Полет ворона - Вересов Дмитрий
Какое-то время все домашние дела — магазины, готовку, уборку — пришлось взять на себя Павлу. Скоро он понял, что не справляется, никак не справляется. Дом зарастал грязью, в холодильнике все чаще не оказывалось ничего кроме пельменей, несвежих полуфабрикатов, остатков тортов и пирожных, которые Таня требовала в большом количестве, но почти никогда не доедала. Павел настолько не привык обращаться к кому-либо за помощью, что даже растерялся. Пригласить домработницу? Таня об этом и слышать не хотела — придет невесть кто, еще обворует. Воров она стала бояться патологически: все время запиралась на крюк и три замка, постоянно перепрятывала шкатулки с ценностями, делала тайнички, заначки. По ее требованию Павел поставил квартиру на охрану. Обратиться к отцу? У него и без этого дел по горло, да и не по его это части. К матери? Павел слишком хорошо знал мать и понимал, что ничего хорошего не выйдет. Скрепя сердце он позвонил Аде.
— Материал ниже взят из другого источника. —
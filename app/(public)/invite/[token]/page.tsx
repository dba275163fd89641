import type { Metadata } from "next";
import Link from "next/link";
import { Alert } from "@/components/ui/alert";
import { LinkButton } from "@/components/ui/button";
import { db } from "@/db/client";
import { findInvitationByToken } from "@/db/queries/invitations";
import { getSessionUser } from "@/lib/auth/access";
import { hashToken, isLinkSecret } from "@/lib/auth/tokens";
import { INVITATION_REFUSED } from "@/lib/contracts/labs";
import { AcceptInvitation } from "./_components/accept-invitation";

export const metadata: Metadata = { title: "Invitation", robots: { index: false, follow: false } };
export const dynamic = "force-dynamic";

export default async function InvitePage({ params }: { params: Promise<{ token: string }> }) {
  const { token } = await params;
  const [invitation, user] = await Promise.all([
    isLinkSecret(token) ? findInvitationByToken(db, { tokenHash: hashToken(token) }) : null,
    getSessionUser(),
  ]);
  const here = `/invite/${token}`;

  return (
    <section className="rounded-lg border border-ink/10 bg-paper-raised p-6 shadow-sm sm:p-8">
      <h1 className="text-xl font-semibold">Invitation to a lab</h1>
      {!invitation ? (
        <p className="mt-4">{INVITATION_REFUSED.unknown}</p>
      ) : invitation.state !== "pending" ? (
        <Alert tone="warning" title={`Invitation to ${invitation.labName}`}>
          {INVITATION_REFUSED[invitation.state]}
        </Alert>
      ) : (
        <>
          <p className="mt-4">
            {invitation.invitedByName ?? "An owner"} invites <strong>{invitation.email}</strong> to join{" "}
            <strong>{invitation.labName}</strong> as <strong>{invitation.role}</strong>. You join only when you accept.
          </p>
          {user ? (
            <AcceptInvitation token={token} labName={invitation.labName} signedInAs={user.email} invitedEmail={invitation.email} />
          ) : (
            <div className="mt-6 flex flex-wrap gap-3">
              <LinkButton href={`/sign-in?redirectTo=${encodeURIComponent(here)}`}>Sign in to accept</LinkButton>
              <LinkButton variant="secondary" href={`/sign-up?invitation=${encodeURIComponent(token)}`}>
                Create an account
              </LinkButton>
            </div>
          )}
        </>
      )}
      <p className="mt-6 text-sm text-ink-soft">
        <Link href="/parameter-sets" className="underline underline-offset-4">
          Go to Gyrolux
        </Link>
      </p>
    </section>
  );
}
Придя на другой день домой усталый и издерганный, как обычно в последнее время, он мгновенно заметил, что квартира преобразилась. Полы блистали чистотой, вещи аккуратно развешаны и расставлены по местам. Он заглянул в гостиную — там все было так, как в тот майский день, когда он впервые переступил порог этого дома. То же было и в кабинете. Павел, в последнее время практически живший в кабинете, предоставив спальню Тане, и постепенно перетащивший сюда свои вещи, переоделся в домашнее и пошел на кухню разогреть себе чайку и съесть что-нибудь. На кухне было темно. Он включил свет и только тогда заметил Аду. Она тихо-тихо сидела за столом и смотрела в окно. При щелчке выключателя она вздрогнула, повернула голову и увидела Павла. В глазах ее стояли слезы.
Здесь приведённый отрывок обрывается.